● **DIRECTIONS FOR THIS TASK**
The entries are to be output in full, word for word.

Saved data entries:
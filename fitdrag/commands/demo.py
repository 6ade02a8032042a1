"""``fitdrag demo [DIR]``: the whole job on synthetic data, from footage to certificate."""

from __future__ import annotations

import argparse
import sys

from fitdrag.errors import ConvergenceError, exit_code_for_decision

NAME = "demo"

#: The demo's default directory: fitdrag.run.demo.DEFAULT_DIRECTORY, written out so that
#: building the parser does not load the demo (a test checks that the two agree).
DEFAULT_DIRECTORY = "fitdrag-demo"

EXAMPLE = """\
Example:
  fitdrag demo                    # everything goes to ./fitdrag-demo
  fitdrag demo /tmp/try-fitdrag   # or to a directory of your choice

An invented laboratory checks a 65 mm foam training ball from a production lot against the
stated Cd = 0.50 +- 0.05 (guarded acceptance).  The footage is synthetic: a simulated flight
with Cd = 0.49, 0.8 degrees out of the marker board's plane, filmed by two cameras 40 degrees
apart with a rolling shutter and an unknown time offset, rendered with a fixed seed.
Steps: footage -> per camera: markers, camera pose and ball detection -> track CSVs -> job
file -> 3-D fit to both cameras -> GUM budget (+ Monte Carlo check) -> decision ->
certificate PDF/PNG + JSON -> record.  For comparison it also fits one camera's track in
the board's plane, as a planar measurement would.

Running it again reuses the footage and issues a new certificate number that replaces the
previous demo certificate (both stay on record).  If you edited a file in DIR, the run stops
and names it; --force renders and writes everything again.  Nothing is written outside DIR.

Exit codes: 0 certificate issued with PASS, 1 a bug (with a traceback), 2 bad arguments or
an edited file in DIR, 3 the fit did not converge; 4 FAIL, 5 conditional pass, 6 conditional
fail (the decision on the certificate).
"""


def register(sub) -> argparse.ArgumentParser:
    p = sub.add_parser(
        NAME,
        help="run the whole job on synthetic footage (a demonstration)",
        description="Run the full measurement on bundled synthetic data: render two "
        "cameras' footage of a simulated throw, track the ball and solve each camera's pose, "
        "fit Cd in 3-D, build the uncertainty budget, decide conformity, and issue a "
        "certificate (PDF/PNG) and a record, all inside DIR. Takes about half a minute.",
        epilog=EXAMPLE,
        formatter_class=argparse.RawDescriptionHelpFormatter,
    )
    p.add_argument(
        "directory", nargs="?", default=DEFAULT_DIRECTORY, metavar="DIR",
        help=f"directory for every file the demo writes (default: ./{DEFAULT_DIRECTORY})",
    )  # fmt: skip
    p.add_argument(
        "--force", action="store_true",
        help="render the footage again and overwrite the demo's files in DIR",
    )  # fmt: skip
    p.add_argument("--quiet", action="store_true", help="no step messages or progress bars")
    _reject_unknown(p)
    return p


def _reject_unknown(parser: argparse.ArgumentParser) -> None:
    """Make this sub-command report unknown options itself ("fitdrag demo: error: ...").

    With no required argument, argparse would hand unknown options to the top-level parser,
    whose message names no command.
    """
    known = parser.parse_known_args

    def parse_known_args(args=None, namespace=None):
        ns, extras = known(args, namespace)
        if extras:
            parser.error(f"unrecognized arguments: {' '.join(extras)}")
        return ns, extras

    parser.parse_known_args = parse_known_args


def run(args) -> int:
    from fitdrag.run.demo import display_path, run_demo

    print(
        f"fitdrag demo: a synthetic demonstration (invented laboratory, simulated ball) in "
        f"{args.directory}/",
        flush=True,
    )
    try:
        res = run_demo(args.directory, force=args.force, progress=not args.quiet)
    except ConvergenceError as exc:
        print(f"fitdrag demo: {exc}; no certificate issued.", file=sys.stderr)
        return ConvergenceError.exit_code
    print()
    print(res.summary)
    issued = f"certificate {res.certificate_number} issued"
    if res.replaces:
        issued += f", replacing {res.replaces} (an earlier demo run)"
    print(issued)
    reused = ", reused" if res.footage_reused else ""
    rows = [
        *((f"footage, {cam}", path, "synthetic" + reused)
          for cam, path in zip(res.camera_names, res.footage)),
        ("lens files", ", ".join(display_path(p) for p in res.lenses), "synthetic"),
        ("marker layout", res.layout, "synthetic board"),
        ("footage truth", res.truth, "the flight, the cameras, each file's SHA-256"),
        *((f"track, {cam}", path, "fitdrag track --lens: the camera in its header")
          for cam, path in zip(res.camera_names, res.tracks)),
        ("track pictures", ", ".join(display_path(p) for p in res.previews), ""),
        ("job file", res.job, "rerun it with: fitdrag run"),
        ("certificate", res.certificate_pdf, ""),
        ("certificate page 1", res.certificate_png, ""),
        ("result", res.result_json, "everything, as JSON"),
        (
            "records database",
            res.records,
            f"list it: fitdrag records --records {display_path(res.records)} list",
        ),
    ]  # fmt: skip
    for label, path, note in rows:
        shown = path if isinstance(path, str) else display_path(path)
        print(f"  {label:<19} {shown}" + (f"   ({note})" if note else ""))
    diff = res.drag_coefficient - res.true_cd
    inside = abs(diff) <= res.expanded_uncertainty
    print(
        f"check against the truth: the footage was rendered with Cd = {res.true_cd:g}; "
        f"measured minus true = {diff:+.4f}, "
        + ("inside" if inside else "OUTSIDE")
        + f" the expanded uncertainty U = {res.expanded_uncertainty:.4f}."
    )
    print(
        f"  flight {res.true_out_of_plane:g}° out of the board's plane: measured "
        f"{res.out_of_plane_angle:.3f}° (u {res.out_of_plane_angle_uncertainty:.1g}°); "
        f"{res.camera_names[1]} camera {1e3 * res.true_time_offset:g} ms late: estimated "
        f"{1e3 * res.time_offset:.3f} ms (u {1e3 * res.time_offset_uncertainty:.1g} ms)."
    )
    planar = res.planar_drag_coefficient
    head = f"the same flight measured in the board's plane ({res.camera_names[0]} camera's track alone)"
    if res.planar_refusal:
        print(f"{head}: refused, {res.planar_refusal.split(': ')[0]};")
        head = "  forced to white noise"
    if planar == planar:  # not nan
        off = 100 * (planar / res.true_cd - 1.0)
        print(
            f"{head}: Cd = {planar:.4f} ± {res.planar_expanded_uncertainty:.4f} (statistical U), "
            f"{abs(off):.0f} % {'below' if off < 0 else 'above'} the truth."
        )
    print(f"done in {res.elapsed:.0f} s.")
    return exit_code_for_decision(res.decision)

● **RESPONSE TO THE TASK**
filename fitdrag/commands/demo.py
repository 6ade02a8032042a1
"""``fitdrag demo [DIR]``: the whole job on synthetic data, from footage to certificate."""

from __future__ import annotations

import argparse
import sys

from fitdrag.errors import ConvergenceError, exit_code_for_decision

NAME = "demo"

#: The demo's default directory: fitdrag.run.demo.DEFAULT_DIRECTORY, written out so that
#: building the parser does not load the demo (a test checks that the two agree).
DEFAULT_DIRECTORY = "fitdrag-demo"

EXAMPLE = """\
Example:
  fitdrag demo                    # everything goes to ./fitdrag-demo
  fitdrag demo /tmp/try-fitdrag   # or to a directory of your choice

An invented laboratory checks a 65 mm foam training ball from a production lot against the
stated Cd = 0.50 +- 0.05 (guarded acceptance).  The footage is synthetic: a simulated flight
with Cd = 0.49, 0.8 degrees out of the marker board's plane, filmed by two cameras 40 degrees
apart with a rolling shutter and an unknown time offset, rendered with a fixed seed.
Steps: footage -> per camera: markers, camera pose and ball detection -> track CSVs -> job
file -> 3-D fit to both cameras -> GUM budget (+ Monte Carlo check) -> decision ->
certificate PDF/PNG + JSON -> record.  For comparison it also fits one camera's track in
the board's plane, as a planar measurement would.

Running it again reuses the footage and issues a new certificate number that replaces the
previous demo certificate (both stay on record).  If you edited a file in DIR, the run stops
and names it; --force renders and writes everything again.  Nothing is written outside DIR.

Exit codes: 0 certificate issued with PASS, 1 a bug (with a traceback), 2 bad arguments or
an edited file in DIR, 3 the fit did not converge; 4 FAIL, 5 conditional pass, 6 conditional
fail (the decision on the certificate).
"""


def register(sub) -> argparse.ArgumentParser:
    p = sub.add_parser(
        NAME,
        help="run the whole job on synthetic footage (a demonstration)",
        description="Run the full measurement on bundled synthetic data: render two "
        "cameras' footage of a simulated throw, track the ball and solve each camera's pose, "
        "fit Cd in 3-D, build the uncertainty budget, decide conformity, and issue a "
        "certificate (PDF/PNG) and a record, all inside DIR. Takes about half a minute.",
        epilog=EXAMPLE,
        formatter_class=argparse.RawDescriptionHelpFormatter,
    )
    p.add_argument(
        "directory", nargs="?", default=DEFAULT_DIRECTORY, metavar="DIR",
        help=f"directory for every file the demo writes (default: ./{DEFAULT_DIRECTORY})",
    )  # fmt: skip
    p.add_argument(
        "--force", action="store_true",
        help="render the footage again and overwrite the demo's files in DIR",
    )  # fmt: skip
    p.add_argument("--quiet", action="store_true", help="no step messages or progress bars")
    _reject_unknown(p)
    return p


def _reject_unknown(parser: argparse.ArgumentParser) -> None:
    """Make this sub-command report unknown options itself ("fitdrag demo: error: ...").

    With no required argument, argparse would hand unknown options to the top-level parser,
    whose message names no command.
    """
    known = parser.parse_known_args

    def parse_known_args(args=None, namespace=None):
        ns, extras = known(args, namespace)
        if extras:
            parser.error(f"unrecognized arguments: {' '.join(extras)}")
        return ns, extras

    parser.parse_known_args = parse_known_args


def run(args) -> int:
    from fitdrag.run.demo import display_path, run_demo

    print(
        f"fitdrag demo: a synthetic demonstration (invented laboratory, simulated ball) in "
        f"{args.directory}/",
        flush=True,
    )
    try:
        res = run_demo(args.directory, force=args.force, progress=not args.quiet)
    except ConvergenceError as exc:
        print(f"fitdrag demo: {exc}; no certificate issued.", file=sys.stderr)
        return ConvergenceError.exit_code
    print()
    print(res.summary)
    issued = f"certificate {res.certificate_number} issued"
    if res.replaces:
        issued += f", replacing {res.replaces} (an earlier demo run)"
    print(issued)
    reused = ", reused" if res.footage_reused else ""
    rows = [
        *((f"footage, {cam}", path, "synthetic" + reused)
          for cam, path in zip(res.camera_names, res.footage)),
        ("lens files", ", ".join(display_path(p) for p in res.lenses), "synthetic"),
        ("marker layout", res.layout, "synthetic board"),
        ("footage truth", res.truth, "the flight, the cameras, each file's SHA-256"),
        *((f"track, {cam}", path, "fitdrag track --lens: the camera in its header")
          for cam, path in zip(res.camera_names, res.tracks)),
        ("track pictures", ", ".join(display_path(p) for p in res.previews), ""),
        ("job file", res.job, "rerun it with: fitdrag run"),
        ("certificate", res.certificate_pdf, ""),
        ("certificate page 1", res.certificate_png, ""),
        ("result", res.result_json, "everything, as JSON"),
        (
            "records database",
            res.records,
            f"list it: fitdrag records --records {display_path(res.records)} list",
        ),
    ]  # fmt: skip
    for label, path, note in rows:
        shown = path if isinstance(path, str) else display_path(path)
        print(f"  {label:<19} {shown}" + (f"   ({note})" if note else ""))
    diff = res.drag_coefficient - res.true_cd
    inside = abs(diff) <= res.expanded_uncertainty
    print(
        f"check against the truth: the footage was rendered with Cd = {res.true_cd:g}; "
        f"measured minus true = {diff:+.4f}, "
        + ("inside" if inside else "OUTSIDE")
        + f" the expanded uncertainty U = {res.expanded_uncertainty:.4f}."
    )
    print(
        f"  flight {res.true_out_of_plane:g}° out of the board's plane: measured "
        f"{res.out_of_plane_angle:.3f}° (u {res.out_of_plane_angle_uncertainty:.1g}°); "
        f"{res.camera_names[1]} camera {1e3 * res.true_time_offset:g} ms late: estimated "
        f"{1e3 * res.time_offset:.3f} ms (u {1e3 * res.time_offset_uncertainty:.1g} ms)."
    )
    planar = res.planar_drag_coefficient
    head = f"the same flight measured in the board's plane ({res.camera_names[0]} camera's track alone)"
    if res.planar_refusal:
        print(f"{head}: refused, {res.planar_refusal.split(': ')[0]};")
        head = "  forced to white noise"
    if planar == planar:  # not nan
        off = 100 * (planar / res.true_cd - 1.0)
        print(
            f"{head}: Cd = {planar:.4f} ± {res.planar_expanded_uncertainty:.4f} (statistical U), "
            f"{abs(off):.0f} % {'below' if off < 0 else 'above'} the truth."
        )
    print(f"done in {res.elapsed:.0f} s.")
    return exit_code_for_decision(res.decision)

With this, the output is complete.